The below image was an individual who survived scalping as a child. Perhaps Botox and/or an antagonist of CXCR4 (the receptor through which CXCR4 signals) and he’d still be an NW < VII.
On Indiamart you can now find topical rapamycin cream, 0.1%, under the generic brand name Siroskin.
Great news! I’ll definitely be trying that now.
Does anyone combine it with Tretinoin or is it better to use them on alternating days? How often should someone be using the Rapamycin cream?
Skin cells remember inflammation for life. Here’s why
Skin remembers. That scar above your eye from when you fell at age 6. That freckle from the summer you turned 13. Our skin is a repository of moments from our lives, and now scientists have found it really does remember. For people with inflammatory skin conditions such as psoriasis, the skin’s memory manifests in flare-ups in the same spots over and over. And now scientists think they know precisely why this happens.

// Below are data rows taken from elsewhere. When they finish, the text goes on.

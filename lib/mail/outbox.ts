import "server-only";
import type { Executor } from "@/db/client";
import {
  claimDueMails,
  insertOutboxMails,
  markMailFailed,
  markMailSent,
} from "@/db/queries/outbox";
import { getDb } from "@/lib/server/database";
import { sendMail } from "./transport";

export interface QueuedMail {
  labId: string | null;
  kind: string;
  to: string;
  subject: string;
  text: string;
}

/** After this many failed sends a mail waits for an admin's "retry now". */
const MAX_SEND_ATTEMPTS = 6;

/** 1 min, 2, 4, 8, 16: later attempts wait longer. */
function nextAttemptDelayMs(attempts: number): number {
  return 60_000 * 2 ** Math.max(0, attempts - 1);
}

/** Queues mails in the caller's transaction: they exist if and only if the action committed. */
export async function queueMails(tx: Executor, mails: QueuedMail[]): Promise<void> {
  await insertOutboxMails(tx, mails);
}

let tail: Promise<unknown> = Promise.resolve();

/**
 * Sends the mails that are due. Runs after an action commits and every half minute
 * (instrumentation.ts); a failure is recorded on the row and retried later, never thrown
 * into the action that queued the mail. Passes run one after another in this process, and
 * a pass asked for while one runs still runs afterwards, so a mail queued meanwhile is not
 * left for the next timer.
 */
export function drainOutbox(now?: Date): Promise<{ sent: number; failed: number }> {
  const pass = tail.then(() => sendDue(now ?? new Date()));
  tail = pass.catch(() => undefined);
  return pass;
}

async function sendDue(now: Date): Promise<{ sent: number; failed: number }> {
  let sent = 0;
  let failed = 0;
  await getDb().transaction(async (tx) => {
    for (const mail of await claimDueMails(tx, now, 20, MAX_SEND_ATTEMPTS)) {
      try {
        await sendMail({ to: mail.to, labId: mail.labId, subject: mail.subject, text: mail.text });
        await markMailSent(tx, mail.id);
        sent += 1;
      } catch (error) {
        const message = error instanceof Error ? error.message : String(error);
        const next = new Date(now.getTime() + nextAttemptDelayMs(mail.attempts + 1));
        await markMailFailed(tx, mail.id, message.slice(0, 500), next);
        failed += 1;
      }
    }
  });
  return { sent, failed };
}

/** Fire and forget after a commit: the action has already succeeded whatever happens here. */
export function kickOutbox(): void {
  drainOutbox().catch((error: unknown) => {
    console.error("[ionleaf] mail outbox", error instanceof Error ? error.message : error);
  });
}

In a new study in mice published on Thursday in Science, researchers showed how skin cells inherit patterns of gene expression every time they regenerate. The team found not only that successive generations of skin cells maintain the memory of their DNA’s structure but also that the cells inherit chemical modifications to the DNA called epigenetic marks, which can turn on or off, or turn certain genes up and down in a process called gene expression.
“People knew that stem cells had the ability to change their behavior and remember, but they didn’t know if it was through this epigenetic mechanism,” says Shruti Naik, a molecular biologist at the University of Maryland, College Park, who has previously worked with the study’s senior author, Elaine Fuchs, but was not involved in the new research. “And I think what this paper does is definitively demonstrate that it’s through marking of DNA … that it allows that stem cell to now behave differently moving forward.”
Skin stem cell memory can be beneficial: if you get a cut, for example, your skin will heal faster in that place if it is injured again because the cells remember the experience. But that becomes problematic in conditions like psoriasis, for which the memory of a flare-up can make the tissue overly sensitive to environmental triggers such as stress, leading to chronic inflammation.
“Your DNA can remember, far longer than we appreciated, a past injury,” says Dana Pe’er, a co-author of the study and chair of the Computational and Systems Biology Program at the Sloan Kettering Institute. “It’s a double-edged sword.”